■ EXERCISE: From the line that includes "const measure = store.$draft.get().pattern.measures.find((known)" to the closing line of the data, please transcribe every line exactly and add nothing.

■ INFORMATION PROVIDED:
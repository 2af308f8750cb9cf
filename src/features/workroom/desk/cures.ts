import { changeMeasure } from '@/features/projects/pattern-edits';
import type { ProofItem } from '@/features/projects/proof';
import type { DeskStore } from './desk-store';
import { curedText } from './cured-text';

/** The one-click cure of a proof item, where there is one: the nearest name put into a worked measure's formula. */
export function cureFor(
  item: ProofItem,
  store: DeskStore,
): { readonly label: string; readonly apply: () => void } | null {
  const { fault, place } = item;
  if (fault?.cure === undefined || place.column !== 'measures' || place.name === undefined) return null;
  const name = place.name;
  const measure = store.$draft.get().pattern.measures.find((known) => known.name === name);
  const formula = measure?.formula === undefined ? null : curedText(fault, measure.formula);
  if (formula === null) return null;
  return {
    label: `Use ${fault.cure}`,
    apply: () => store.editPattern(null, (pattern) => changeMeasure(pattern, name, { formula })),
  };
}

■ RESULT BELOW:
  const measure = store.$draft.get().pattern.measures.find((known) => known.name === name);
  const formula = measure?.formula === undefined ? null : curedText(fault, measure.formula);
  if (formula === null) return null;
  return {
    label: `Use ${fault.cure}`,
    apply: () => store.editPattern(null, (pattern) => changeMeasure(pattern, name, { formula })),
  };
}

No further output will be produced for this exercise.